For the linked-list case in memory, I used a bucket size of one, meaning exactly one linked-list cell (the head) per bucket.

However, how buckets are organized into blocks/clusters of contiguous storage (or disk) and how overflows are kept near or in those blocks is also something interesting to explore, since that also matters when dealing with either disk blocks or virtual-memory allocations. Since the splitting algorithm runs sequentially through the buckets, I speculate that having clusters with location affinity can be important.

I haven't looked at the time-space trade-offs enough to have formulated a simulation and determined the sensitivity to different bucket directory and block/cluster organizations. Too many opportunities, not enough time ...

I think you and I are looking at the same sort of considerations, we are just cutting up the storage organization in different but more-or-less equivalent ways.

Linear Hashing Work-Around Potential - LoadFactor clarification

Posted Apr 26, 2011 2:55 UTC (Tue) by orcmid (guest, #74478) [Link]

For some reason, an edit I tried to make didn't get into the just-immediate post:

Although caching hash(key) might be useful to avoid its recomputation when splitting a bucket, it is not needed at all when removing a bucket, since we know absolutely what bucket the removed-bucket's records go into.

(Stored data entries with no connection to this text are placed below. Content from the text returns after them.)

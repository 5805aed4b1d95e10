/* Protocol handling, frame store and guard of the receiver (transport/PROTOCOL.md sections 1-5). */
#include <string.h>
#include "board.h"
#include "cobs.h"
#include "crc16.h"
#include "receiver.h"

rc_scan_state rc_scan;

/* An answer kept for a repeat of its message: ACK (reason 0) with its CRC, or REJECT reason and detail. */
typedef struct {
    uint8_t reason;
    uint16_t value;                 /* ACK: read-back CRC; REJECT: detail */
} rc_answer;

static struct {
    uint8_t buf_a[RC_FRAME_BYTES], buf_b[RC_FRAME_BYTES];
    uint8_t msg[RC_MSG_MAX];
    rc_cobs_decoder dec;
    uint8_t configured;
    uint8_t max_lit;
    uint8_t xor_mask[RC_MAX_BYTES_PER_ROW], count_mask[RC_MAX_BYTES_PER_ROW];
    uint16_t expected;              /* seq of the next message taken (PROTOCOL.md section 5) */
    rc_answer answers[RC_ANSWERS];  /* the last RC_ANSWERS answers, by seq % RC_ANSWERS, for repeats */
    uint16_t dropped;               /* saturating */
} rc;

uint16_t rc_rx_dropped(void) { return rc.dropped; }

uint8_t rc_state_bits(void)
{
    return (uint8_t)((rc.configured ? RC_STATE_CONFIGURED : 0) | (rc_scan.outputs ? RC_STATE_OUTPUTS : 0));
}

static void count_drop(void)
{
    if (rc.dropped != 0xFFFFu)
        rc.dropped++;
}

/* ---- replies: COBS(payload || crc) || 0x00 ----
 * COBS straight to the serial port, one group at a time (the paper's encoder: a full group of 254
 * bytes is followed by a group of its own), so even the longest reply needs no second buffer. */
static void put_cobs(const uint8_t *in, uint16_t len)
{
    uint16_t i = 0;
    for (;;) {
        uint16_t j = i;
        while (j < len && in[j] != 0 && (uint16_t)(j - i) < 254u)
            j++;
        uint16_t n = (uint16_t)(j - i);
        board_serial_put((uint8_t)(n + 1u));
        while (i < j)
            board_serial_put(in[i++]);
        if (n == 254u)
            continue;               /* no implied zero after a full group */
        if (j == len)
            break;
        i = (uint16_t)(j + 1u);     /* skip the zero the group stands for */
    }
    board_serial_put(0);
}

/* raw holds the body at raw + RC_HEADER_LEN and room for the CRC after it. */
static void send_raw(uint8_t *raw, uint8_t type, uint16_t seq, uint16_t n)
{
    raw[0] = RC_PROTOCOL_VERSION;
    raw[1] = type;
    raw[2] = (uint8_t)seq;
    raw[3] = (uint8_t)(seq >> 8);
    uint16_t len = (uint16_t)(RC_HEADER_LEN + n);
    uint16_t crc = rc_crc16(raw, len);
    raw[len++] = (uint8_t)(crc >> 8);       /* high byte first: PROTOCOL.md section 1 */
    raw[len++] = (uint8_t)crc;
    put_cobs(raw, len);
}

static void reply(uint8_t type, uint16_t seq, const uint8_t *body, uint8_t n)
{
    uint8_t raw[RC_HEADER_LEN + 8 + RC_CRC_LEN];
    if (n)
        memcpy(raw + RC_HEADER_LEN, body, n);   /* memcpy from a null body is undefined even for 0 bytes */
    send_raw(raw, type, seq, n);
}

/* ACK body: flags (bit 0: a repeat, answered again and not done again), read-back CRC (PROTOCOL.md). */
static void ack_crc(uint16_t seq, uint8_t flags, uint16_t crc)
{
    uint8_t body[3] = {flags, (uint8_t)crc, (uint8_t)(crc >> 8)};
    reply(RC_ACK, seq, body, 3);
}

static void ack(uint16_t seq) { ack_crc(seq, 0, 0); }

static void reject(uint16_t seq, uint8_t reason, uint8_t detail)
{
    uint8_t body[2] = {reason, detail};
    reply(RC_REJECT, seq, body, 2);
}

static void identity(uint16_t seq)
{
    uint16_t d = rc.dropped;
    uint8_t body[8] = {RC_PROTOCOL_VERSION, RC_MAX_ROWS, RC_MAX_BYTES_PER_ROW, RC_FRAME_SLOTS,
                       rc.configured ? rc.max_lit : 0, rc_state_bits(), (uint8_t)d, (uint8_t)(d >> 8)};
    reply(RC_IDENTITY, seq, body, 8);
}

/* ---- frame store ---- */
static void outputs_off(void)
{
    board_critical_enter();
    rc_scan.show_req = 0;
    rc_scan.outputs = 0;
    board_outputs(0);
    board_critical_exit();
}

/* A buffer with every line at its inactive level: the XOR mask is exactly that pattern
 * (0xFF for an active-low register, 0x00 for an active-high one; composer.wiring.guard_masks). */
static void fill_idle(uint8_t *buf)
{
    uint8_t *p = buf;
    for (uint8_t r = 0; r < rc_scan.rows; r++) {
        memcpy(p, rc.xor_mask, rc_scan.bpr);
        p += rc_scan.bpr;
    }
}

/* CONFIGURE (PROTOCOL.md section 3): rows, bytes_per_row, row_period_us u16, blanking_ns u32,
 * max_lit_per_row, options, xor_mask[bpr], count_mask[bpr]. */
static void configure(uint16_t seq, const uint8_t *b, uint16_t n)
{
    if (n < 10 || n != 10u + 2u * b[1]) {
        reject(seq, RC_BAD_LENGTH, 0);
        return;
    }
    uint8_t rows = b[0], bpr = b[1], max_lit = b[8], options = b[9];
    uint16_t period = (uint16_t)(b[2] | (b[3] << 8));
    uint32_t blanking_ns = (uint32_t)b[4] | ((uint32_t)b[5] << 8) | ((uint32_t)b[6] << 16) | ((uint32_t)b[7] << 24);
    uint8_t bad = 0xFF;
    if (rows < 1 || rows > RC_MAX_ROWS)
        bad = 0;
    else if (bpr < 1 || bpr > RC_MAX_BYTES_PER_ROW)
        bad = 1;
    else if (period < RC_MIN_ROW_PERIOD_US || period > RC_MAX_ROW_PERIOD_US)
        bad = 2;
    else if (blanking_ns > (uint32_t)period * 1000u - RC_MIN_LIGHT_NS)   /* period >= 20 us: no wrap */
        bad = 3;                    /* the row would stay dark: see RC_MIN_LIGHT_NS */
    else if (max_lit == 0)
        bad = 4;                    /* 0 is IDENTITY's "not configured"; a guard that lets nothing light is a mistake */
    else if (options & (uint8_t)~RC_OPT_LSB_FIRST)
        bad = 5;
    if (bad != 0xFF) {
        reject(seq, RC_BAD_CONFIG, bad);
        return;
    }
    /* A CONFIGURE blanks the panel and empties both buffers (PROTOCOL.md section 3). */
    outputs_off();
    board_tick_stop();
    rc.configured = 1;
    rc.max_lit = max_lit;
    memcpy(rc.xor_mask, b + 10, bpr);
    memcpy(rc.count_mask, b + 10 + bpr, bpr);
    rc.expected = (uint16_t)(seq + 1u);
    for (uint8_t i = 0; i < RC_ANSWERS; i++) {     /* repeats of messages before this CONFIGURE are stale */
        rc.answers[i].reason = RC_STALE;
        rc.answers[i].value = 0;
    }
    rc_scan.rows = rows;
    rc_scan.bpr = bpr;
    rc_scan.front = rc.buf_a;
    rc_scan.back = rc.buf_b;
    rc_scan.swap_req = 0;
    fill_idle(rc.buf_a);
    fill_idle(rc.buf_b);
    /* The chain's bit order: the SPI sends each byte as the profile's wiring expects. */
    board_spi_order(options & RC_OPT_LSB_FIRST);
    /* Prime the shift stage with an idle slot and mark the scan complete, so the first tick
     * latches the idle slot and moves on to slot 0. */
    rc_scan.size = (uint8_t)(rows * bpr);
    rc_scan.end = rc_scan.front + rc_scan.size;
    rc_scan.next = rc_scan.end;
    for (uint8_t i = 0; i < bpr; i++)
        board_spi_put(rc.xor_mask[i]);
    board_tick_start(period, blanking_ns);
    ack(seq);
}

/* The firmware's own guard (PROTOCOL.md section 3): lit = sum popcount((byte ^ xor) & count) per
 * row slot; returns the first slot over the limit, or 0xFF. */
static uint8_t guard(const uint8_t *data)
{
    for (uint8_t r = 0; r < rc_scan.rows; r++) {
        uint8_t lit = 0;
        for (uint8_t i = 0; i < rc_scan.bpr; i++) {
            uint8_t v = (uint8_t)((*data++ ^ rc.xor_mask[i]) & rc.count_mask[i]);
            while (v) {             /* Kernighan's popcount: one pass per set bit */
                v &= (uint8_t)(v - 1);
                lit++;
            }
        }
        if (lit > rc.max_lit)
            return r;
    }
    return 0xFF;
}

/* For the host tests and the fuzz target (unused, and dropped by the linker, on the board): both
 * buffers hold only what the guard accepted, and the scan state is in range. */
uint8_t rc_invariants_hold(void)
{
    if (!rc.configured)
        return 1;
    if (rc_scan.rows < 1 || rc_scan.rows > RC_MAX_ROWS || rc_scan.bpr < 1 || rc_scan.bpr > RC_MAX_BYTES_PER_ROW)
        return 0;
    if (rc_scan.front == rc_scan.back || rc_scan.size != rc_scan.rows * rc_scan.bpr)
        return 0;
    if (rc_scan.end != rc_scan.front + rc_scan.size || rc_scan.next < rc_scan.front || rc_scan.next > rc_scan.end ||
        (rc_scan.next - rc_scan.front) % rc_scan.bpr != 0)
        return 0;
    if ((rc_scan.front != rc.buf_a && rc_scan.front != rc.buf_b) || (rc_scan.back != rc.buf_a && rc_scan.back != rc.buf_b))
        return 0;
    return guard(rc_scan.front) == 0xFF && guard(rc_scan.back) == 0xFF;
}

static void show(void)
{
    board_critical_enter();
    rc_scan.show_req = 1;
    board_critical_exit();
}

/* Read-back: CRC-16 of a buffer's slot bytes as they are in memory now. */
static uint16_t buffer_crc(const uint8_t *buf) { return rc_crc16(buf, rc_scan.size); }

/* The buffer the panel shows once any SHOW waiting for the end of the scan has been served. Read with
 * the row tick kept out: it may swap the two between the flag and the pointer. */
static const uint8_t *showing(void)
{
    board_critical_enter();
    const uint8_t *buf = rc_scan.swap_req ? rc_scan.back : rc_scan.front;
    board_critical_exit();
    return buf;
}

static rc_answer answer_ack(uint16_t crc)
{
    rc_answer a = {0, crc};
    return a;
}

static rc_answer answer_reject(uint8_t reason, uint8_t detail)
{
    rc_answer a = {reason, detail};
    return a;
}

static rc_answer frame(const uint8_t *b, uint16_t n)
{
    uint16_t size = rc_scan.size;
    if (n != 1u + size)
        return answer_reject(RC_BAD_LENGTH, 0);
    uint8_t flags = b[0];
    if (flags & (uint8_t)~RC_SHOW_AFTER)
        return answer_reject(RC_BAD_FLAGS, flags);
    uint8_t over = guard(b + 1);
    if (over != 0xFF)
        return answer_reject(RC_GUARD, over);
    /* A SHOW may still be waiting for the end of the scan; never write the back buffer before it
     * has been served (at most one full scan away), or the panel would show a half-written frame,
     * or this frame under an earlier SHOW. */
    while (rc_scan.show_req)
        board_wait_for_tick();
    /* The buffer written here: once shown, the row tick swaps it to the front at the end of a scan,
     * which may happen before the read-back below, so the read-back follows the buffer, not the name. */
    uint8_t *dst = rc_scan.back;
    memcpy(dst, b + 1, size);
    board_critical_enter();
    rc_scan.swap_req = 1;
    board_critical_exit();
    if (flags & RC_SHOW_AFTER)
        show();
    return answer_ack(buffer_crc(dst));
}

/* DISPLAY (answer to READBACK): state, then the slot bytes the scan shifts out now (none before a
 * CONFIGURE). Built in the message buffer, which READBACK (an empty body) no longer needs. */
static void display(uint16_t seq)
{
    uint8_t *raw = rc.msg;
    uint8_t n = rc.configured ? rc_scan.size : 0;
    raw[RC_HEADER_LEN] = (uint8_t)(rc_state_bits() | (rc_scan.swap_req && rc_scan.show_req ? RC_STATE_SWAP_DUE : 0));
    if (n)
        memcpy(raw + RC_HEADER_LEN + 1, (const uint8_t *)rc_scan.front, n);
    send_raw(raw, RC_DISPLAY, seq, (uint16_t)(1u + n));
}

/* One sequenced message taken in order: do it and say how it went. */
static rc_answer take(uint8_t type, const uint8_t *body, uint16_t blen)
{
    switch (type) {
    case RC_BLANK:
        outputs_off();
        return answer_ack(0);
    case RC_SHOW:
        show();
        return answer_ack(buffer_crc(showing()));
    case RC_FRAME:
        return frame(body, blen);
    default:                        /* PING */
        return answer_ack(0);
    }
}

static void send_answer(uint16_t seq, rc_answer a, uint8_t repeat)
{
    if (a.reason)
        reject(seq, a.reason, (uint8_t)a.value);
    else
        ack_crc(seq, repeat, a.value);
}

static void handle(const uint8_t *p, uint16_t n)
{
    uint16_t seq = (uint16_t)(p[2] | (p[3] << 8));
    uint8_t type = p[1];
    const uint8_t *body = p + RC_HEADER_LEN;
    uint16_t blen = (uint16_t)(n - RC_HEADER_LEN);
    if (p[0] != RC_PROTOCOL_VERSION) {
        reject(seq, RC_BAD_VERSION, p[0]);
        return;
    }
    switch (type) {
    case RC_IDENTIFY: case RC_SHOW: case RC_BLANK: case RC_PING: case RC_READBACK:
        if (blen != 0) {
            reject(seq, RC_BAD_LENGTH, 0);
            return;
        }
        break;
    case RC_CONFIGURE:
        configure(seq, body, blen);
        return;
    case RC_FRAME:
        break;
    default:
        reject(seq, RC_UNKNOWN_TYPE, type);
        return;
    }
    if (type == RC_IDENTIFY) {
        identity(seq);
        return;
    }
    if (!rc.configured) {
        if (type == RC_PING)
            ack(seq);
        else if (type == RC_READBACK)
            display(seq);
        else
            reject(seq, RC_NOT_CONFIGURED, 0);  /* BLANK too: the outputs are off anyway (as transport/receiver.py) */
        return;
    }
    /* Messages are taken in sequence order (PROTOCOL.md section 5): the next one is done; a repeat
     * of one of the last RC_ANSWERS is answered again as it was first answered, not done again; a
     * message from further ahead waits for the host to send the missing ones first. So the panel
     * never steps back to an older frame and never skips one the host is still sending. */
    int16_t d = (int16_t)(uint16_t)(seq - rc.expected);
    if (d > 0) {
        reject(seq, RC_OUT_OF_ORDER, 0);
        return;
    }
    if (type == RC_READBACK) {      /* changes nothing: always answered from what is shown now */
        if (d == 0)
            rc.expected++;
        display(seq);
        return;
    }
    rc_answer *slot = &rc.answers[seq % RC_ANSWERS];
    if (d < 0) {
        if (d < -(int16_t)RC_ANSWERS)
            reject(seq, RC_STALE, 0);
        else
            send_answer(seq, *slot, 1);
        return;
    }
    *slot = take(type, body, blen);
    rc.expected++;
    send_answer(seq, *slot, 0);
}

void rc_rx_byte(uint8_t byte)
{
    switch (rc_cobs_feed(&rc.dec, byte)) {
    case RC_COBS_MORE:
    case RC_COBS_EMPTY:
        return;
    case RC_COBS_BAD:
    case RC_COBS_OVERSIZED:
        count_drop();
        return;
    case RC_COBS_BLOCK:
        break;
    }
    uint16_t n = rc.dec.len;
    if (n < RC_HEADER_LEN + RC_CRC_LEN) {
        count_drop();
        return;
    }
    n = (uint16_t)(n - RC_CRC_LEN);
    uint16_t crc = (uint16_t)((rc.msg[n] << 8) | rc.msg[n + 1]);
    if (rc_crc16(rc.msg, n) != crc) {
        count_drop();               /* its seq cannot be trusted: no reply (PROTOCOL.md section 1) */
        return;
    }
    handle(rc.msg, n);
}

void rc_idle(void)
{
    if (!rc.configured)
        board_watchdog_kick();      /* no scan to keep it fed yet */
}

void rc_init(void)
{
    memset(&rc, 0, sizeof rc);
    memset(&rc_scan, 0, sizeof rc_scan);
    rc_cobs_init(&rc.dec, rc.msg, sizeof rc.msg);
    board_init();
}
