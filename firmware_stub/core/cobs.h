/* Consistent Overhead Byte Stuffing (Cheshire and Baker, IEEE/ACM Trans. Networking 7(2), 1999):
 * a streaming decoder that never holds more than its output buffer, and an encoder for replies. */
#ifndef RC_COBS_H
#define RC_COBS_H
#include <stddef.h>
#include <stdint.h>

typedef enum {
    RC_COBS_MORE = 0,      /* byte consumed, block not finished */
    RC_COBS_EMPTY,         /* a 0x00 with nothing before it: a flush, ignored */
    RC_COBS_BLOCK,         /* a complete, well-formed block of dec->len bytes is in the buffer */
    RC_COBS_BAD,           /* a block ended that did not decode (truncated group, or a 0xFF/len mismatch) */
    RC_COBS_OVERSIZED      /* a block ended that did not fit the buffer */
} rc_cobs_result;

typedef struct {
    uint8_t *buf;
    uint16_t cap;
    uint16_t len;          /* decoded bytes so far */
    uint8_t left;          /* data bytes still due in the current group */
    uint8_t code;          /* code byte of the current group, 0 before the first */
    uint8_t overflow;
} rc_cobs_decoder;

void rc_cobs_init(rc_cobs_decoder *d, uint8_t *buf, uint16_t cap);
rc_cobs_result rc_cobs_feed(rc_cobs_decoder *d, uint8_t byte);

/* Encode len bytes into out (capacity at least len + len/254 + 1); returns the encoded length,
 * delimiter not included. */
size_t rc_cobs_encode(const uint8_t *in, size_t len, uint8_t *out);

#endif
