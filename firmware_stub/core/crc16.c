#include "crc16.h"

/* Byte-at-a-time form of the MSB-first CRC with polynomial x^16 + x^12 + x^5 + 1: the shifts by
 * 12, 5 and 0 are that polynomial's terms, so no 512-byte table is needed in flash (common
 * practice on small microcontrollers). */
uint16_t rc_crc16_update(uint16_t crc, uint8_t byte)
{
    uint8_t x = (uint8_t)((crc >> 8) ^ byte);
    x ^= (uint8_t)(x >> 4);
    return (uint16_t)((crc << 8) ^ ((uint16_t)x << 12) ^ ((uint16_t)x << 5) ^ x);
}

uint16_t rc_crc16(const uint8_t *data, size_t len)
{
    uint16_t crc = RC_CRC16_INIT;
    while (len--)
        crc = rc_crc16_update(crc, *data++);
    return crc;
}
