/* Build-time capacity and limits of the receiver (PROTOCOL.md section 6).
 * Every value can be overridden with -D on the compiler command line. */
#ifndef RC_CONFIG_H
#define RC_CONFIG_H

#define RC_PROTOCOL_VERSION 2u

#ifndef RC_MAX_ROWS
#define RC_MAX_ROWS 16u            /* PROTOCOL.md section 6: ATmega328P-class build */
#endif
/* 10 bytes a row slot: two row registers and eight column registers, the bundled 32 x 16 tiled sign
 * (patterns/profiles/tiled-32x16.toml). The two frame buffers and the message buffer then take 487 of
 * the 604 bytes of static RAM (avr-size), leaving about 1.4 KB of the 2 KB for the stack (ATmega328P
 * datasheet: 2 KB SRAM, from memory). */
#ifndef RC_MAX_BYTES_PER_ROW
#define RC_MAX_BYTES_PER_ROW 10u
#endif

/* Shortest row period the scan interrupt is given: at 16 MHz the row interrupt takes about 33 + 17 cycles
 * a byte of the slot (84.5 for 3 bytes, 202.3 for 10; tests/bench/bench_firmware.py), so 20 us (320 cycles)
 * still leaves the main loop time to decode the serial stream for short chains. Long chains need longer
 * rows: rowcast check names the shortest row that keeps the scan within 30 % of the core. */
#ifndef RC_MIN_ROW_PERIOD_US
#define RC_MIN_ROW_PERIOD_US 20u
#endif
/* Longest row period: the watchdog is kicked once per row and times out after 16 ms (ATmega328P
 * datasheet, watchdog prescaler table, from memory), so a row must be far shorter than that. */
#ifndef RC_MAX_ROW_PERIOD_US
#define RC_MAX_ROW_PERIOD_US 4000u
#endif

/* Light each row must keep after its blanking: the end of blanking is counted from the moment the
 * row tick runs, which another interrupt may delay by a few microseconds; a blanking that reaches
 * past the row period would leave the row dark, so CONFIGURE refuses it (PROTOCOL.md section 3). */
#ifndef RC_MIN_LIGHT_NS
#define RC_MIN_LIGHT_NS 10000u
#endif
/* Answers kept for repeats (PROTOCOL.md section 5): the host keeps at most this many messages
 * unanswered at once. */
#define RC_ANSWERS 4u

#if RC_MAX_ROWS * RC_MAX_BYTES_PER_ROW > 255
#error "a frame must fit a byte count (rows x bytes_per_row <= 255)"
#endif

#define RC_FRAME_SLOTS 2u          /* front and back buffer */
#define RC_HEADER_LEN 4u
#define RC_CRC_LEN 2u
#define RC_FRAME_BYTES (RC_MAX_ROWS * RC_MAX_BYTES_PER_ROW)
/* Longest payload (FRAME: header + flags + slot bytes) plus its CRC. */
#define RC_MSG_MAX (RC_HEADER_LEN + 1u + RC_FRAME_BYTES + RC_CRC_LEN)

#endif
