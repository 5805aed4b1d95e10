/* CRC-16/IBM-3740 (poly 0x1021, init 0xFFFF, no reflection, xorout 0): PROTOCOL.md section 1. */
#ifndef RC_CRC16_H
#define RC_CRC16_H
#include <stddef.h>
#include <stdint.h>

#define RC_CRC16_INIT 0xFFFFu

uint16_t rc_crc16_update(uint16_t crc, uint8_t byte);
uint16_t rc_crc16(const uint8_t *data, size_t len);

#endif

It is the bucket number (actually, M) masked by the smaller mask at the time of the merge-back and before M is decreased.

Whether or not hash(key) is cached, it is a nice value to keep as the record itself in a fast simulation looking for where splitting doesn't catch up fast enough and what the headroom needs to be on load factor, etc. OK, that's more than enough speculation from me on one day.

Linear Hashing Work-Around Potential - LoadFactor clarification

Posted Apr 26, 2011 13:11 UTC (Tue) by Wol (guest, #4433) [Link]

Trying to get my head round what you're saying ... but I think you're using "minimum buckets" completely differently to my MINIMUM.MODULUS. It looks to me like you're using Nbits to keep level always at 0 or 1.

MINIMUM.MODULUS cannot change on the fly. As is shown by my comment about UniData :-) The recommended use for it is where a file can shrink, grow, or be cleared regularly, so its size is very variable, but it also has a "normal" size. By declaring a minimum size equal to the typical size, you avoid a lot of unnecessary split/merge activity. The other use is where you are loading a file with a lot of data - again by setting the minimum modulus to whatever it will be once the file is loaded, you're saving a load of activity while the file is built.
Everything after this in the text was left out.